(RECORD SET Opens)
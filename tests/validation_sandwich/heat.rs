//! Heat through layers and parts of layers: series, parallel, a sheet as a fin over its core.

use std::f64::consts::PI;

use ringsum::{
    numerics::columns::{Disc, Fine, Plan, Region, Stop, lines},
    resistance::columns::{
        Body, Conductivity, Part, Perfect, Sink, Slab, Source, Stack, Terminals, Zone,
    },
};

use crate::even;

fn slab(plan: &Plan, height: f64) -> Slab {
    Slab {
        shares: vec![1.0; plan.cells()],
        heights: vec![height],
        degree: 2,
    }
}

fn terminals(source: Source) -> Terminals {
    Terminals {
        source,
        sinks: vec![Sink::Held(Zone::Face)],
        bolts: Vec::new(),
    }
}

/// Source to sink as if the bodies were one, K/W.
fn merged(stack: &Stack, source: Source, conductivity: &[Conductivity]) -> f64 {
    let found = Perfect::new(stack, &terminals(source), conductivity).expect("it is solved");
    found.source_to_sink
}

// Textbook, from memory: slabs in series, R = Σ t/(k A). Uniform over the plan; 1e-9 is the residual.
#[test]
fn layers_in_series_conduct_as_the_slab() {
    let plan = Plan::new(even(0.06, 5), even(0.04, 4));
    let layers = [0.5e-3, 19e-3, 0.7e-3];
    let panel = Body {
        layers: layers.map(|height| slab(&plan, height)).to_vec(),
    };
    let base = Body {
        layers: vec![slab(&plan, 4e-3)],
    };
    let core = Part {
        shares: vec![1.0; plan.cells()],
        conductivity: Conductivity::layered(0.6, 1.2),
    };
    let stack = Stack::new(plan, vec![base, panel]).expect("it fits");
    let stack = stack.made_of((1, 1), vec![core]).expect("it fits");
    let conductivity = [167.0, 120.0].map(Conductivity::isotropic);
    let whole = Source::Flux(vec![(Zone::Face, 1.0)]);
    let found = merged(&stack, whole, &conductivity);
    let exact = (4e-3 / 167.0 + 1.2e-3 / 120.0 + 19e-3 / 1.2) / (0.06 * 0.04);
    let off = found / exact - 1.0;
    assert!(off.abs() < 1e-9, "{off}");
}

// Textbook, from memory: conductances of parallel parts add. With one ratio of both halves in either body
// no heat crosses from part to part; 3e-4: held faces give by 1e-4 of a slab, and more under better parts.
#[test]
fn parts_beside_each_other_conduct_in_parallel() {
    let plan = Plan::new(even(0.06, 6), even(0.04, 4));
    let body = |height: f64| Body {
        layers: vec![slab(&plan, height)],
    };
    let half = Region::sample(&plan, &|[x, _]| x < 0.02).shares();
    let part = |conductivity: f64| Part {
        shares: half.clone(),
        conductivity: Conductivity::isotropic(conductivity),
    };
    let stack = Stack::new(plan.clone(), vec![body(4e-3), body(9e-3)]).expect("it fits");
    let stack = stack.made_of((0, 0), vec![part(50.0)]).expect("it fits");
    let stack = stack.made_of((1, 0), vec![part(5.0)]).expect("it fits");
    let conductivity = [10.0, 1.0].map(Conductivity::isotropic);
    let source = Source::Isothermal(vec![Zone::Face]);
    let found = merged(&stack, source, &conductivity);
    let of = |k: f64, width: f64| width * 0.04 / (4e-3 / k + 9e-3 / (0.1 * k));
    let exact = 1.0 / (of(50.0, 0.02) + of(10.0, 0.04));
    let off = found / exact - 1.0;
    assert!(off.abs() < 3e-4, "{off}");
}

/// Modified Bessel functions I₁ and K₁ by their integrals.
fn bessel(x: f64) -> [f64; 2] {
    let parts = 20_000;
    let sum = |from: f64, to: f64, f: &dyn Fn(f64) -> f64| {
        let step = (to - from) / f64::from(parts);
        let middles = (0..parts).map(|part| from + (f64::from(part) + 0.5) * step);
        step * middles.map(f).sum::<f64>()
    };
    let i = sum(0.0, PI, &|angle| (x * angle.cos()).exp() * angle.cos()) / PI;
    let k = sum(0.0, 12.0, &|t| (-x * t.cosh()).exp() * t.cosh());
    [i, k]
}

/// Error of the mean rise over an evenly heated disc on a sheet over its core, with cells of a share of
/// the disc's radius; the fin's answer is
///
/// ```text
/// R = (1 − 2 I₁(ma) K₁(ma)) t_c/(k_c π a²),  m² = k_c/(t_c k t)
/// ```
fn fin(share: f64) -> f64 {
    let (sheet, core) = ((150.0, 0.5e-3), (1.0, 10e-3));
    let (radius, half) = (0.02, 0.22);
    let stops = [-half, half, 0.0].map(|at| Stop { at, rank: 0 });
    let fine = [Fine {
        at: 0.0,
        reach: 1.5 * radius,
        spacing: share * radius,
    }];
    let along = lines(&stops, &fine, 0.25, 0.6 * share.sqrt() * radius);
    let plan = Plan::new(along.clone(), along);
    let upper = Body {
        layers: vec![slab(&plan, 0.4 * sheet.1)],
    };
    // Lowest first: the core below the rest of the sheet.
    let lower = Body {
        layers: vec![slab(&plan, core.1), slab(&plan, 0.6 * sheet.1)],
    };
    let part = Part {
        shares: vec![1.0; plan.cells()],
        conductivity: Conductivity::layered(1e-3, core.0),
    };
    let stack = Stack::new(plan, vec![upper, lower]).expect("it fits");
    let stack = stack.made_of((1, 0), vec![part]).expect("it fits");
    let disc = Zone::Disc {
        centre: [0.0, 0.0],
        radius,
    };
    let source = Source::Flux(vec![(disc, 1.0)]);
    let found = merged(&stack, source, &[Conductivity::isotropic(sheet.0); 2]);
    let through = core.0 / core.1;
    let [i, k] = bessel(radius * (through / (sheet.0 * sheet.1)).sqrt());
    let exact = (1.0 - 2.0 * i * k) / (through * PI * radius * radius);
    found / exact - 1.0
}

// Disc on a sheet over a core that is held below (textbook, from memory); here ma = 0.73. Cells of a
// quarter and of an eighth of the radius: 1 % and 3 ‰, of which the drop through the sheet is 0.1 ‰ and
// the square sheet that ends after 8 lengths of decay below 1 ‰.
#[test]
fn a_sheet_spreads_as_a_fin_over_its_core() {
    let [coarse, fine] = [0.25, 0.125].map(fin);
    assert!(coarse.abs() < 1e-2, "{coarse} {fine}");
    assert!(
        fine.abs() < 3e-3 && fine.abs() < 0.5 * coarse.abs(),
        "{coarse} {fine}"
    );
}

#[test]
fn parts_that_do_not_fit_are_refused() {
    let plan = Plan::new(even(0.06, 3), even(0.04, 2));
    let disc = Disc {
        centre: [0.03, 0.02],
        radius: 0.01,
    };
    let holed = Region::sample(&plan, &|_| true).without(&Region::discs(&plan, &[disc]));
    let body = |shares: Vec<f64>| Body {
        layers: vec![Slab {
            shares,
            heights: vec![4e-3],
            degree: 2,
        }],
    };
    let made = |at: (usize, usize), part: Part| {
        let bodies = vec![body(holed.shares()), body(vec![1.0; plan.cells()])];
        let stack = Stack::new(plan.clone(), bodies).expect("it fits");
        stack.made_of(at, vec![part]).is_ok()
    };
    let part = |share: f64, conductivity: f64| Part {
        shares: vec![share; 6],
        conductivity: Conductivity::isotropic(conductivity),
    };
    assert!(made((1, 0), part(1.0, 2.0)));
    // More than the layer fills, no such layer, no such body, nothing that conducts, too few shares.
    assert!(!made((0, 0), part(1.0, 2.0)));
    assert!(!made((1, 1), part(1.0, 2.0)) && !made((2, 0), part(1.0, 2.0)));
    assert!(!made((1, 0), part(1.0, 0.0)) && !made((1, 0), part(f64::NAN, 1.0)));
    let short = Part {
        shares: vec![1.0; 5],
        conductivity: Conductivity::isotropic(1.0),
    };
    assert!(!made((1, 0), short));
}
(RECORD SET Closes)
For this exercise, transcribe the whole listing verbatim.

filename tests/validation_sandwich/heat.rs
//! Heat through layers and parts of layers: series, parallel, a sheet as a fin over its core.

use std::f64::consts::PI;

use ringsum::{
    numerics::columns::{Disc, Fine, Plan, Region, Stop, lines},
    resistance::columns::{
        Body, Conductivity, Part, Perfect, Sink, Slab, Source, Stack, Terminals, Zone,
    },
};

use crate::even;

fn slab(plan: &Plan, height: f64) -> Slab {
    Slab {
        shares: vec![1.0; plan.cells()],
        heights: vec![height],
        degree: 2,
    }
}

fn terminals(source: Source) -> Terminals {
    Terminals {
        source,
        sinks: vec![Sink::Held(Zone::Face)],
        bolts: Vec::new(),
    }
}

/// Source to sink as if the bodies were one, K/W.
fn merged(stack: &Stack, source: Source, conductivity: &[Conductivity]) -> f64 {
    let found = Perfect::new(stack, &terminals(source), conductivity).expect("it is solved");
    found.source_to_sink
}

// Textbook, from memory: slabs in series, R = Σ t/(k A). Uniform over the plan; 1e-9 is the residual.
#[test]
fn layers_in_series_conduct_as_the_slab() {
    let plan = Plan::new(even(0.06, 5), even(0.04, 4));
    let layers = [0.5e-3, 19e-3, 0.7e-3];
    let panel = Body {
        layers: layers.map(|height| slab(&plan, height)).to_vec(),
    };
    let base = Body {
        layers: vec![slab(&plan, 4e-3)],
    };
    let core = Part {
        shares: vec![1.0; plan.cells()],
        conductivity: Conductivity::layered(0.6, 1.2),
    };
    let stack = Stack::new(plan, vec![base, panel]).expect("it fits");
    let stack = stack.made_of((1, 1), vec![core]).expect("it fits");
    let conductivity = [167.0, 120.0].map(Conductivity::isotropic);
    let whole = Source::Flux(vec![(Zone::Face, 1.0)]);
    let found = merged(&stack, whole, &conductivity);
    let exact = (4e-3 / 167.0 + 1.2e-3 / 120.0 + 19e-3 / 1.2) / (0.06 * 0.04);
    let off = found / exact - 1.0;
    assert!(off.abs() < 1e-9, "{off}");
}

// Textbook, from memory: conductances of parallel parts add. With one ratio of both halves in either body
// no heat crosses from part to part; 3e-4: held faces give by 1e-4 of a slab, and more under better parts.
#[test]
fn parts_beside_each_other_conduct_in_parallel() {
    let plan = Plan::new(even(0.06, 6), even(0.04, 4));
    let body = |height: f64| Body {
        layers: vec![slab(&plan, height)],
    };
    let half = Region::sample(&plan, &|[x, _]| x < 0.02).shares();
    let part = |conductivity: f64| Part {
        shares: half.clone(),
        conductivity: Conductivity::isotropic(conductivity),
    };
    let stack = Stack::new(plan.clone(), vec![body(4e-3), body(9e-3)]).expect("it fits");
    let stack = stack.made_of((0, 0), vec![part(50.0)]).expect("it fits");
    let stack = stack.made_of((1, 0), vec![part(5.0)]).expect("it fits");
    let conductivity = [10.0, 1.0].map(Conductivity::isotropic);
    let source = Source::Isothermal(vec![Zone::Face]);
    let found = merged(&stack, source, &conductivity);
    let of = |k: f64, width: f64| width * 0.04 / (4e-3 / k + 9e-3 / (0.1 * k));
    let exact = 1.0 / (of(50.0, 0.02) + of(10.0, 0.04));
    let off = found / exact - 1.0;
    assert!(off.abs() < 3e-4, "{off}");
}

/// Modified Bessel functions I₁ and K₁ by their integrals.
fn bessel(x: f64) -> [f64; 2] {
    let parts = 20_000;
    let sum = |from: f64, to: f64, f: &dyn Fn(f64) -> f64| {
        let step = (to - from) / f64::from(parts);
        let middles = (0..parts).map(|part| from + (f64::from(part) + 0.5) * step);
        step * middles.map(f).sum::<f64>()
    };
    let i = sum(0.0, PI, &|angle| (x * angle.cos()).exp() * angle.cos()) / PI;
    let k = sum(0.0, 12.0, &|t| (-x * t.cosh()).exp() * t.cosh());
    [i, k]
}

/// Error of the mean rise over an evenly heated disc on a sheet over its core, with cells of a share of
/// the disc's radius; the fin's answer is
///
/// ```text
/// R = (1 − 2 I₁(ma) K₁(ma)) t_c/(k_c π a²),  m² = k_c/(t_c k t)
/// ```
fn fin(share: f64) -> f64 {
    let (sheet, core) = ((150.0, 0.5e-3), (1.0, 10e-3));
    let (radius, half) = (0.02, 0.22);
    let stops = [-half, half, 0.0].map(|at| Stop { at, rank: 0 });
    let fine = [Fine {
        at: 0.0,
        reach: 1.5 * radius,
        spacing: share * radius,
    }];
    let along = lines(&stops, &fine, 0.25, 0.6 * share.sqrt() * radius);
    let plan = Plan::new(along.clone(), along);
    let upper = Body {
        layers: vec![slab(&plan, 0.4 * sheet.1)],
    };
    // Lowest first: the core below the rest of the sheet.
    let lower = Body {
        layers: vec![slab(&plan, core.1), slab(&plan, 0.6 * sheet.1)],
    };
    let part = Part {
        shares: vec![1.0; plan.cells()],
        conductivity: Conductivity::layered(1e-3, core.0),
    };
    let stack = Stack::new(plan, vec![upper, lower]).expect("it fits");
    let stack = stack.made_of((1, 0), vec![part]).expect("it fits");
    let disc = Zone::Disc {
        centre: [0.0, 0.0],
        radius,
    };
    let source = Source::Flux(vec![(disc, 1.0)]);
    let found = merged(&stack, source, &[Conductivity::isotropic(sheet.0); 2]);
    let through = core.0 / core.1;
    let [i, k] = bessel(radius * (through / (sheet.0 * sheet.1)).sqrt());
    let exact = (1.0 - 2.0 * i * k) / (through * PI * radius * radius);
    found / exact - 1.0
}

// Disc on a sheet over a core that is held below (textbook, from memory); here ma = 0.73. Cells of a
// quarter and of an eighth of the radius: 1 % and 3 ‰, of which the drop through the sheet is 0.1 ‰ and
// the square sheet that ends after 8 lengths of decay below 1 ‰.
#[test]
fn a_sheet_spreads_as_a_fin_over_its_core() {
    let [coarse, fine] = [0.25, 0.125].map(fin);
    assert!(coarse.abs() < 1e-2, "{coarse} {fine}");
    assert!(
        fine.abs() < 3e-3 && fine.abs() < 0.5 * coarse.abs(),
        "{coarse} {fine}"
    );
}

#[test]
fn parts_that_do_not_fit_are_refused() {
    let plan = Plan::new(even(0.06, 3), even(0.04, 2));
    let disc = Disc {
        centre: [0.03, 0.02],
        radius: 0.01,
    };
    let holed = Region::sample(&plan, &|_| true).without(&Region::discs(&plan, &[disc]));
    let body = |shares: Vec<f64>| Body {
        layers: vec![Slab {
            shares,
            heights: vec![4e-3],
            degree: 2,
        }],
    };
    let made = |at: (usize, usize), part: Part| {
        let bodies = vec![body(holed.shares()), body(vec![1.0; plan.cells()])];
        let stack = Stack::new(plan.clone(), bodies).expect("it fits");
        stack.made_of(at, vec![part]).is_ok()
    };
    let part = |share: f64, conductivity: f64| Part {
        shares: vec![share; 6],
        conductivity: Conductivity::isotropic(conductivity),
    };
    assert!(made((1, 0), part(1.0, 2.0)));
    // More than the layer fills, no such layer, no such body, nothing that conducts, too few shares.
    assert!(!made((0, 0), part(1.0, 2.0)));
    assert!(!made((1, 1), part(1.0, 2.0)) && !made((2, 0), part(1.0, 2.0)));
    assert!(!made((1, 0), part(1.0, 0.0)) && !made((1, 0), part(f64::NAN, 1.0)));
    let short = Part {
        shares: vec![1.0; 5],
        conductivity: Conductivity::isotropic(1.0),
    };
    assert!(!made((1, 0), short));
}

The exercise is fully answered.